Saved data entries
::::

import { spawnSync } from 'node:child_process';
import { mkdtempSync, writeFileSync } from 'node:fs';
import { tmpdir } from 'node:os';
import { join } from 'node:path';
import { describe, expect, it } from 'vitest';
import { formatInspectText, inspectInputs, parseHydrogens, type InspectReport } from '../src/commands/inspect.js';

// Invented structures: a C2H2Cl2-like molecule on an inversion centre in P21/c (half listed), once with
// the operations listed and once with only the symbol; a block missing a cell length.
const HEADER = `_cell_length_a 8.30
_cell_length_b 9.60
_cell_length_c 10.40
_cell_angle_alpha 90
_cell_angle_beta 103.5
_cell_angle_gamma 90
`;
const SITES = `loop_
_atom_site_label
_atom_site_type_symbol
_atom_site_fract_x
_atom_site_fract_y
_atom_site_fract_z
C1 C 0.0825 0.0104 0.0049
Cl1 Cl 0.1963 0.1510 0.0296
H1 H 0.1325 -0.0885 0.0
`;
const CIF = `data_listed
${HEADER}_symmetry_space_group_name_H-M 'P 21/c'
loop_
_symmetry_equiv_pos_as_xyz
x,y,z
-x,y+1/2,-z+1/2
-x,-y,-z
x,-y+1/2,z+1/2
${SITES}
data_symbol_only
${HEADER}_symmetry_space_group_name_H-M 'P 1 21/c 1'
${SITES}
data_broken
_cell_length_a 5
`;

function writeInput(): string {
  const dir = mkdtempSync(join(tmpdir(), 'polysift-inspect-'));
  const file = join(dir, 'invented.cif');
  writeFileSync(file, CIF);
  return file;
}

describe('inspect', () => {
  const file = writeInput();
  it('reports cell, symmetry, atoms, Z, Z\' and formulas per structure and lists the rejected block', async () => {
    const report = await inspectInputs([file], { hydrogens: 'keep' });
    expect(report.structures.map((s) => s.id)).toEqual(['listed', 'symbol_only']);
    for (const s of report.structures) {
      expect(s.operations).toBe(4);
      expect(s.atomsPerCell).toBe(12);
      expect(s.z).toBe(2);
      expect(s.zPrime).toBe(0.5);
      expect(s.formulas).toEqual(['C2H2Cl2']);
      expect(s.setPoints).toBe(12);
      expect(s.asymmetricUnitPoints).toBe(3);
      // V = a b c sin(beta) (monoclinic cell volume, common practice)
      expect(s.volumeA3).toBeCloseTo(8.3 * 9.6 * 10.4 * Math.sin((103.5 * Math.PI) / 180), 8);
    }
    expect(report.structures[0]!.operationsFrom).toBe('listed');
    expect(report.structures[1]!.operationsFrom).toBe('symbol');
    expect(report.structures[0]!.densityGPerCm3).toBeCloseTo(report.structures[1]!.densityGPerCm3, 12);
    expect(report.rejected).toHaveLength(1);
    expect(report.rejected[0]!.source).toBe(`${file}#broken`);
    expect(report.rejected[0]!.reason).toMatch(/_cell_length_b/);
    const text = formatInspectText(report);
    expect(text).toMatch(/2 structure\(s\) read, 1 rejected/);
    expect(text).toMatch(/Z' 0\.5/);
  });
  it('drops hydrogens from the periodic set only; density and Z stay those of the full structure', async () => {
    const keep = await inspectInputs([file], { hydrogens: 'keep' });
    const drop = await inspectInputs([file], { hydrogens: 'drop' });
    expect(drop.structures[0]!.setPoints).toBe(8);
    expect(drop.structures[0]!.densityGPerCm3).toBe(keep.structures[0]!.densityGPerCm3);
    expect(drop.structures[0]!.z).toBe(2);
    expect(drop.structures[0]!.notes.join(' ')).toMatch(/hydrogens dropped: 1 hydrogen site/);
  });
  it('runs from the command line with --json, and fails with one message when nothing is usable', () => {
    const cli = join(process.cwd(), 'src', 'cli.ts');
    const tsx = join(process.cwd(), 'node_modules', '.bin', 'tsx');
    const r = spawnSync(tsx, [cli, 'inspect', file, '--json', '--hydrogens', 'drop'], { encoding: 'utf8' });
    expect(r.status, r.stderr).toBe(0);
    const report = JSON.parse(r.stdout) as InspectReport;
    expect(report.structures).toHaveLength(2);
    expect(report.structures[0]!.hydrogens).toBe('drop');
    const dir = mkdtempSync(join(tmpdir(), 'polysift-inspect-bad-'));
    const bad = join(dir, 'bad.cif');
    writeFileSync(bad, 'data_x\n_cell_length_a 5\n');
    const r2 = spawnSync(tsx, [cli, 'inspect', bad], { encoding: 'utf8' });
    expect(r2.status).not.toBe(0);
    expect(r2.stderr).toMatch(/no structure could be used/);
  });
  it('accepts only keep or drop for --hydrogens', () => {
    expect(parseHydrogens('keep')).toBe('keep');
    expect(parseHydrogens('drop')).toBe('drop');
    expect(() => parseHydrogens('maybe')).toThrow(/--hydrogens must be keep or drop, not 'maybe'/);
  });
  it('states the density with the hydrogens of _atom_site_attached_hydrogens too, and explains a stated density that counts them', async () => {
    // The same invented molecule written as X-ray files often are: no hydrogen sites, one hydrogen counted on C1.
    // Mass per cell: 4 x (C + Cl) listed, 4 x H attached (IUPAC 2021 abridged weights C 12.011, Cl 35.45, H 1.008);
    // density = mass / (N_A V), V = a b c sin(beta).
    const volume = 8.3 * 9.6 * 10.4 * Math.sin((103.5 * Math.PI) / 180);
    const toDensity = (mass: number): number => mass / (6.02214076e23 * volume * 1e-24);
    const without = toDensity(4 * (12.011 + 35.45));
    const withH = toDensity(4 * (12.011 + 35.45 + 1.008));
    const dir = mkdtempSync(join(tmpdir(), 'polysift-inspect-implicit-'));
    const implicit = join(dir, 'implicit.cif');
    writeFileSync(
      implicit,
      `data_implicit\n${HEADER}_symmetry_space_group_name_H-M 'P 1 21/c 1'\n_exptl_crystal_density_diffrn ${withH.toFixed(3)}\n` +
        `loop_\n_atom_site_label\n_atom_site_type_symbol\n_atom_site_fract_x\n_atom_site_fract_y\n_atom_site_fract_z\n_atom_site_attached_hydrogens\n` +
        `C1 C 0.0825 0.0104 0.0049 1\nCl1 Cl 0.1963 0.1510 0.0296 0\n`,
    );
    const report = await inspectInputs([implicit], { hydrogens: 'keep' });
    const s = report.structures[0]!;
    expect(s.densityGPerCm3).toBeCloseTo(without, 3);
    expect(s.densityWithAttachedHydrogensGPerCm3).toBeCloseTo(withH, 3);
    expect(s.attachedHydrogensPerCell).toBe(4);
    // The comparison uses the listed sites only: no hydrogen points in the periodic set.
    expect(s.setPoints).toBe(8);
    expect(s.notes.join(' ')).toMatch(
      /_exptl_crystal_density_diffrn says [\d.]+ g\/cm³, computed [\d.]+ g\/cm³: the stated value counts the 4 hydrogens per cell that _atom_site_attached_hydrogens puts on listed atoms/,
    );
    expect(formatInspectText(report)).toMatch(new RegExp(`density {7}${without.toFixed(4)} g/cm³; ${withH.toFixed(4)} g/cm³ with the 4 hydrogens per cell of _atom_site_attached_hydrogens`));
    // With hydrogen sites listed, attached hydrogens are not counted again.
    const report2 = await inspectInputs([file], { hydrogens: 'keep' });
    expect(report2.structures[0]!.densityWithAttachedHydrogensGPerCm3).toBeUndefined();
  });
});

::::

__TASK REQUIREMENTS__
Reproduce all the records. Keep them exact, please.

__RESULT FOR THIS EXERCISE__
import { spawnSync } from 'node:child_process';
import { mkdtempSync, writeFileSync } from 'node:fs';
import { tmpdir } from 'node:os';
import { join } from 'node:path';
import { describe, expect, it } from 'vitest';
import { formatInspectText, inspectInputs, parseHydrogens, type InspectReport } from '../src/commands/inspect.js';

// Invented structures: a C2H2Cl2-like molecule on an inversion centre in P21/c (half listed), once with
// the operations listed and once with only the symbol; a block missing a cell length.
const HEADER = `_cell_length_a 8.30
_cell_length_b 9.60
_cell_length_c 10.40
_cell_angle_alpha 90
_cell_angle_beta 103.5
_cell_angle_gamma 90
`;
const SITES = `loop_
_atom_site_label
_atom_site_type_symbol
_atom_site_fract_x
_atom_site_fract_y
_atom_site_fract_z
C1 C 0.0825 0.0104 0.0049
Cl1 Cl 0.1963 0.1510 0.0296
H1 H 0.1325 -0.0885 0.0
`;
const CIF = `data_listed
${HEADER}_symmetry_space_group_name_H-M 'P 21/c'
loop_
_symmetry_equiv_pos_as_xyz
x,y,z
-x,y+1/2,-z+1/2
-x,-y,-z
x,-y+1/2,z+1/2
${SITES}
data_symbol_only
${HEADER}_symmetry_space_group_name_H-M 'P 1 21/c 1'
${SITES}
data_broken
_cell_length_a 5
`;

function writeInput(): string {
  const dir = mkdtempSync(join(tmpdir(), 'polysift-inspect-'));
  const file = join(dir, 'invented.cif');
  writeFileSync(file, CIF);
  return file;
}

describe('inspect', () => {
  const file = writeInput();
  it('reports cell, symmetry, atoms, Z, Z\' and formulas per structure and lists the rejected block', async () => {
    const report = await inspectInputs([file], { hydrogens: 'keep' });
    expect(report.structures.map((s) => s.id)).toEqual(['listed', 'symbol_only']);
    for (const s of report.structures) {
      expect(s.operations).toBe(4);
      expect(s.atomsPerCell).toBe(12);
      expect(s.z).toBe(2);
      expect(s.zPrime).toBe(0.5);
      expect(s.formulas).toEqual(['C2H2Cl2']);
      expect(s.setPoints).toBe(12);
      expect(s.asymmetricUnitPoints).toBe(3);
      // V = a b c sin(beta) (monoclinic cell volume, common practice)
      expect(s.volumeA3).toBeCloseTo(8.3 * 9.6 * 10.4 * Math.sin((103.5 * Math.PI) / 180), 8);
    }
    expect(report.structures[0]!.operationsFrom).toBe('listed');
    expect(report.structures[1]!.operationsFrom).toBe('symbol');
    expect(report.structures[0]!.densityGPerCm3).toBeCloseTo(report.structures[1]!.densityGPerCm3, 12);
    expect(report.rejected).toHaveLength(1);
    expect(report.rejected[0]!.source).toBe(`${file}#broken`);
    expect(report.rejected[0]!.reason).toMatch(/_cell_length_b/);
    const text = formatInspectText(report);
    expect(text).toMatch(/2 structure\(s\) read, 1 rejected/);
    expect(text).toMatch(/Z' 0\.5/);
  });
  it('drops hydrogens from the periodic set only; density and Z stay those of the full structure', async () => {
    const keep = await inspectInputs([file], { hydrogens: 'keep' });
    const drop = await inspectInputs([file], { hydrogens: 'drop' });
    expect(drop.structures[0]!.setPoints).toBe(8);
    expect(drop.structures[0]!.densityGPerCm3).toBe(keep.structures[0]!.densityGPerCm3);
    expect(drop.structures[0]!.z).toBe(2);
    expect(drop.structures[0]!.notes.join(' ')).toMatch(/hydrogens dropped: 1 hydrogen site/);
  });
  it('runs from the command line with --json, and fails with one message when nothing is usable', () => {
    const cli = join(process.cwd(), 'src', 'cli.ts');
    const tsx = join(process.cwd(), 'node_modules', '.bin', 'tsx');
    const r = spawnSync(tsx, [cli, 'inspect', file, '--json', '--hydrogens', 'drop'], { encoding: 'utf8' });
    expect(r.status, r.stderr).toBe(0);
    const report = JSON.parse(r.stdout) as InspectReport;
    expect(report.structures).toHaveLength(2);
    expect(report.structures[0]!.hydrogens).toBe('drop');
    const dir = mkdtempSync(join(tmpdir(), 'polysift-inspect-bad-'));
    const bad = join(dir, 'bad.cif');
    writeFileSync(bad, 'data_x\n_cell_length_a 5\n');
    const r2 = spawnSync(tsx, [cli, 'inspect', bad], { encoding: 'utf8' });
    expect(r2.status).not.toBe(0);
    expect(r2.stderr).toMatch(/no structure could be used/);
  });
  it('accepts only keep or drop for --hydrogens', () => {
    expect(parseHydrogens('keep')).toBe('keep');
    expect(parseHydrogens('drop')).toBe('drop');
    expect(() => parseHydrogens('maybe')).toThrow(/--hydrogens must be keep or drop, not 'maybe'/);
  });
  it('states the density with the hydrogens of _atom_site_attached_hydrogens too, and explains a stated density that counts them', async () => {
    // The same invented molecule written as X-ray files often are: no hydrogen sites, one hydrogen counted on C1.
    // Mass per cell: 4 x (C + Cl) listed, 4 x H attached (IUPAC 2021 abridged weights C 12.011, Cl 35.45, H 1.008);
    // density = mass / (N_A V), V = a b c sin(beta).
    const volume = 8.3 * 9.6 * 10.4 * Math.sin((103.5 * Math.PI) / 180);
    const toDensity = (mass: number): number => mass / (6.02214076e23 * volume * 1e-24);
    const without = toDensity(4 * (12.011 + 35.45));
    const withH = toDensity(4 * (12.011 + 35.45 + 1.008));
    const dir = mkdtempSync(join(tmpdir(), 'polysift-inspect-implicit-'));
    const implicit = join(dir, 'implicit.cif');
    writeFileSync(
      implicit,
      `data_implicit\n${HEADER}_symmetry_space_group_name_H-M 'P 1 21/c 1'\n_exptl_crystal_density_diffrn ${withH.toFixed(3)}\n` +
        `loop_\n_atom_site_label\n_atom_site_type_symbol\n_atom_site_fract_x\n_atom_site_fract_y\n_atom_site_fract_z\n_atom_site_attached_hydrogens\n` +
        `C1 C 0.0825 0.0104 0.0049 1\nCl1 Cl 0.1963 0.1510 0.0296 0\n`,
    );
    const report = await inspectInputs([implicit], { hydrogens: 'keep' });
    const s = report.structures[0]!;
    expect(s.densityGPerCm3).toBeCloseTo(without, 3);
    expect(s.densityWithAttachedHydrogensGPerCm3).toBeCloseTo(withH, 3);
    expect(s.attachedHydrogensPerCell).toBe(4);
    // The comparison uses the listed sites only: no hydrogen points in the periodic set.
    expect(s.setPoints).toBe(8);
    expect(s.notes.join(' ')).toMatch(
      /_exptl_crystal_density_diffrn says [\d.]+ g\/cm³, computed [\d.]+ g\/cm³: the stated value counts the 4 hydrogens per cell that _atom_site_attached_hydrogens puts on listed atoms/,
    );
    expect(formatInspectText(report)).toMatch(new RegExp(`density {7}${without.toFixed(4)} g/cm³; ${withH.toFixed(4)} g/cm³ with the 4 hydrogens per cell of _atom_site_attached_hydrogens`));
    // With hydrogen sites listed, attached hydrogens are not counted again.
    const report2 = await inspectInputs([file], { hydrogens: 'keep' });
    expect(report2.structures[0]!.densityWithAttachedHydrogensGPerCm3).toBeUndefined();
  });
});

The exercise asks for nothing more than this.